◆ Task material:
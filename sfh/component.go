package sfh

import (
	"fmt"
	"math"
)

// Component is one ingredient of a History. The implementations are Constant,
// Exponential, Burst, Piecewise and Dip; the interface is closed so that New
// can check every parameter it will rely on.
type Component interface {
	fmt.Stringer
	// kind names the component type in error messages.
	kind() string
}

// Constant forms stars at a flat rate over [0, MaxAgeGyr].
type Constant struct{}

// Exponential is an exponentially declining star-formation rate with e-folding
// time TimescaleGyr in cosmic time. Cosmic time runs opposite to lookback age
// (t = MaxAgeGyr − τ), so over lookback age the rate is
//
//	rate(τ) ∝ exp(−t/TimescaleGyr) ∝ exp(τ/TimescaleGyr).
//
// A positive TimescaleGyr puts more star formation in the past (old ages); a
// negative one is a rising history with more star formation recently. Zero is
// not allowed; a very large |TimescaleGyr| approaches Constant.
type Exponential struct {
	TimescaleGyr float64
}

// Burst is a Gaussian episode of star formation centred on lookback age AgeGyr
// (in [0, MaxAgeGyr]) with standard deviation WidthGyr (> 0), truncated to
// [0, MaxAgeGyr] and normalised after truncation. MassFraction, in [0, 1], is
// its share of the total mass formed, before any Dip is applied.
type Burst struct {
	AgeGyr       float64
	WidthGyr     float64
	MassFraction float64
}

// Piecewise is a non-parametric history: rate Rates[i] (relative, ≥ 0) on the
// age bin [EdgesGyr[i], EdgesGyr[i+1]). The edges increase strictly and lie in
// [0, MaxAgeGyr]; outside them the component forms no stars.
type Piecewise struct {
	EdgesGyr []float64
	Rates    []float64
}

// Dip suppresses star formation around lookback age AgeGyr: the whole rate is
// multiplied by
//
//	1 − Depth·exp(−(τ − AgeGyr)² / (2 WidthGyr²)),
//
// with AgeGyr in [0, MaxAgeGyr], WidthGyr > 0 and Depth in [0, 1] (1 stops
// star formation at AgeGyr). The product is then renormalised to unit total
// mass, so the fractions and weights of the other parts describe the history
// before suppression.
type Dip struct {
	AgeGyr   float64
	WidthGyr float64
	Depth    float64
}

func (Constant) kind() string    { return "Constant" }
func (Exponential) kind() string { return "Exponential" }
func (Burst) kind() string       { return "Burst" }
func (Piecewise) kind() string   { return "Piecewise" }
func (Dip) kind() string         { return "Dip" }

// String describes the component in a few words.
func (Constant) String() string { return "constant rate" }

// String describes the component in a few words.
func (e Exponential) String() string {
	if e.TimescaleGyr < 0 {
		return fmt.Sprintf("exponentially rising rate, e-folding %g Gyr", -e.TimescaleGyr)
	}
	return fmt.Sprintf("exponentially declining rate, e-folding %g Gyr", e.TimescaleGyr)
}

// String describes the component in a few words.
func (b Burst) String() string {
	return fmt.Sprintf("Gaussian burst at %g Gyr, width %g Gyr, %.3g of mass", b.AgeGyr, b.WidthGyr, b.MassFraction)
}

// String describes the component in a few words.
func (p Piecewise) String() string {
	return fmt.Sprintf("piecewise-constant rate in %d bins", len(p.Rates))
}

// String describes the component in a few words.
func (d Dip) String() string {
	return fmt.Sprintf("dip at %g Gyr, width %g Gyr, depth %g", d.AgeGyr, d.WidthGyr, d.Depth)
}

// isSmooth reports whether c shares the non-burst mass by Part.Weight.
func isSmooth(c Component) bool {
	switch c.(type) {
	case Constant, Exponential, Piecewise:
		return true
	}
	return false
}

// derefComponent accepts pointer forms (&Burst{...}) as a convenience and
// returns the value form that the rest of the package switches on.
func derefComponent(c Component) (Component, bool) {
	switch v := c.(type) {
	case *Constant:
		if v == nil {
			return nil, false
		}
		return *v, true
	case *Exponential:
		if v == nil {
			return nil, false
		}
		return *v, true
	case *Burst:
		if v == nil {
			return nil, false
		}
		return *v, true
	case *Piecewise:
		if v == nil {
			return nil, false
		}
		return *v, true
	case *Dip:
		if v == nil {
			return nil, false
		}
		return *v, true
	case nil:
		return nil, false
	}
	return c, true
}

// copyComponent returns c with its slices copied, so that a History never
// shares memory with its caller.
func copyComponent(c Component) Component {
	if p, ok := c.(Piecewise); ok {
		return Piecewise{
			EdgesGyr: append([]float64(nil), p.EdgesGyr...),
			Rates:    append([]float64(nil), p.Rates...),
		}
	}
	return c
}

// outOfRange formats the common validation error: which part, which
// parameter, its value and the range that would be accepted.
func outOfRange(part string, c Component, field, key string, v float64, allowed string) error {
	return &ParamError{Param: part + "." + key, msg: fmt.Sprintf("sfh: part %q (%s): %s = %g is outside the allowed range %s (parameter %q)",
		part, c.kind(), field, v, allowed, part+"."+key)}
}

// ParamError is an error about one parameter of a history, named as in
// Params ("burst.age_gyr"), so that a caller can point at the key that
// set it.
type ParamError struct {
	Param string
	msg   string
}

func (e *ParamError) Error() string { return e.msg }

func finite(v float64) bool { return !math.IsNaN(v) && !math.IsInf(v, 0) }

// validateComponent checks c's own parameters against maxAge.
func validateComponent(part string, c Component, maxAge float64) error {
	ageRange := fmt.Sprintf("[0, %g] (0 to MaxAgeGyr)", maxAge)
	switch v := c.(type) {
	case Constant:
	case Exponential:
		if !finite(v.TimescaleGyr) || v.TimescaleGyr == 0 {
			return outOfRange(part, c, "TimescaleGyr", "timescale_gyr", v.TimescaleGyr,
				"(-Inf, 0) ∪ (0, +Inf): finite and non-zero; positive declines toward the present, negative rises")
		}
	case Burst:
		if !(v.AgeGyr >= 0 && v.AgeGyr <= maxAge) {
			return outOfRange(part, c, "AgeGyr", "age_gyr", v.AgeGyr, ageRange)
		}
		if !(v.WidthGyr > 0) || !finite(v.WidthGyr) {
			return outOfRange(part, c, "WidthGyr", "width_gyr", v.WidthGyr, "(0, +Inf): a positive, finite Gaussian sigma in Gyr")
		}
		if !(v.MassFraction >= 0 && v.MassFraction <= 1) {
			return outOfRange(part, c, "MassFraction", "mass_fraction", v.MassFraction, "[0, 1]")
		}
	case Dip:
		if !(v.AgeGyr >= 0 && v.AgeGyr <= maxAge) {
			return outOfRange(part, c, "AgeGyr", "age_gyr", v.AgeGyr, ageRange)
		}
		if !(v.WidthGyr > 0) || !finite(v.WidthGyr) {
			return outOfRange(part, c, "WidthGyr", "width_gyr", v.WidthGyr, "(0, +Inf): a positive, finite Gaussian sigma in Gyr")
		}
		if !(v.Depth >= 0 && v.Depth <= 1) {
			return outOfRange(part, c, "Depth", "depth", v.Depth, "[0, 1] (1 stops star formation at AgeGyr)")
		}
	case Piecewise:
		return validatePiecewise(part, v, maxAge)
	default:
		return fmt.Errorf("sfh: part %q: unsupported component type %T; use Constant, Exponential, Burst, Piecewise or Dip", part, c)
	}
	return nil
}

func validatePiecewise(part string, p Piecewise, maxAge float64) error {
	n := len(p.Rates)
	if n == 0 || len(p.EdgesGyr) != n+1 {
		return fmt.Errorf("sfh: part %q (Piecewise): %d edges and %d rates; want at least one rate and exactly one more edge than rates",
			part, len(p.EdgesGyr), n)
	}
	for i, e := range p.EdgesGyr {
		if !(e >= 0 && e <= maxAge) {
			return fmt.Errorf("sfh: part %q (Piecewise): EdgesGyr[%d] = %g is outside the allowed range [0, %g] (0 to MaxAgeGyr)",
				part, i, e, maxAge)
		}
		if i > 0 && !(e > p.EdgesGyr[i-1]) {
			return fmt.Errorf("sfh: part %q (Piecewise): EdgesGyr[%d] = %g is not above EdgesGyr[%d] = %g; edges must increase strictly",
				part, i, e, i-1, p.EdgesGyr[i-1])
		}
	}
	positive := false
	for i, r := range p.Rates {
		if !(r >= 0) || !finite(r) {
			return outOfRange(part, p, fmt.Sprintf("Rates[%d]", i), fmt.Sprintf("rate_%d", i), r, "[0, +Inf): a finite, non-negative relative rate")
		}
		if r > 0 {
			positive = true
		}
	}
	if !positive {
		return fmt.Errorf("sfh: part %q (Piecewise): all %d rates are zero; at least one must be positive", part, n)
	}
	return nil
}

* * *

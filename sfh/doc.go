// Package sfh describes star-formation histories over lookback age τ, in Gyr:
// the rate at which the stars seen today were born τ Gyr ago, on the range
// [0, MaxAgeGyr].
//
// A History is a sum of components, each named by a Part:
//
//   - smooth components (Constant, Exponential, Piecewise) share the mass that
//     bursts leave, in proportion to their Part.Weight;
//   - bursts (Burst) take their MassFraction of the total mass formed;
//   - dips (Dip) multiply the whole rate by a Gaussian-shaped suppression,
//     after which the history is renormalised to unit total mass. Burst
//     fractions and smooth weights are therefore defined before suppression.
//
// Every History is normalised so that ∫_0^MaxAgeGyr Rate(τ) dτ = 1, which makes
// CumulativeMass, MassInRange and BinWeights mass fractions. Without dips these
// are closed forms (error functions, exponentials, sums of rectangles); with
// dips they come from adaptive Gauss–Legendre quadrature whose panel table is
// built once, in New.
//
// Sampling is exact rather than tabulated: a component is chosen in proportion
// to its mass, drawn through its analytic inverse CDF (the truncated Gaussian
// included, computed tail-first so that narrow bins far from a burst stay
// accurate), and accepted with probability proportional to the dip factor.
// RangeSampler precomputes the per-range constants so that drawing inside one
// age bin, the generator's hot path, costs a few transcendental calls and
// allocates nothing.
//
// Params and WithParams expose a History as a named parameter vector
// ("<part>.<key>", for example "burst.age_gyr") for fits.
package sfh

◆ What the exercise asks: Pull every line containing "Sprintf" from the data.

◆ Answer to this task:
		return fmt.Sprintf("exponentially rising rate, e-folding %g Gyr", -e.TimescaleGyr)
	return fmt.Sprintf("exponentially declining rate, e-folding %g Gyr", e.TimescaleGyr)
	return fmt.Sprintf("Gaussian burst at %g Gyr, width %g Gyr, %.3g of mass", b.AgeGyr, b.WidthGyr, b.MassFraction)
	return fmt.Sprintf("piecewise-constant rate in %d bins", len(p.Rates))
	return fmt.Sprintf("dip at %g Gyr, width %g Gyr, depth %g", d.AgeGyr, d.WidthGyr, d.Depth)
	return &ParamError{Param: part + "." + key, msg: fmt.Sprintf("sfh: part %q (%s): %s = %g is outside the allowed range %s (parameter %q)",
	ageRange := fmt.Sprintf("[0, %g] (0 to MaxAgeGyr)", maxAge)
			return outOfRange(part, p, fmt.Sprintf("Rates[%d]", i), fmt.Sprintf("rate_%d", i), r, "[0, +Inf): a finite, non-negative relative rate")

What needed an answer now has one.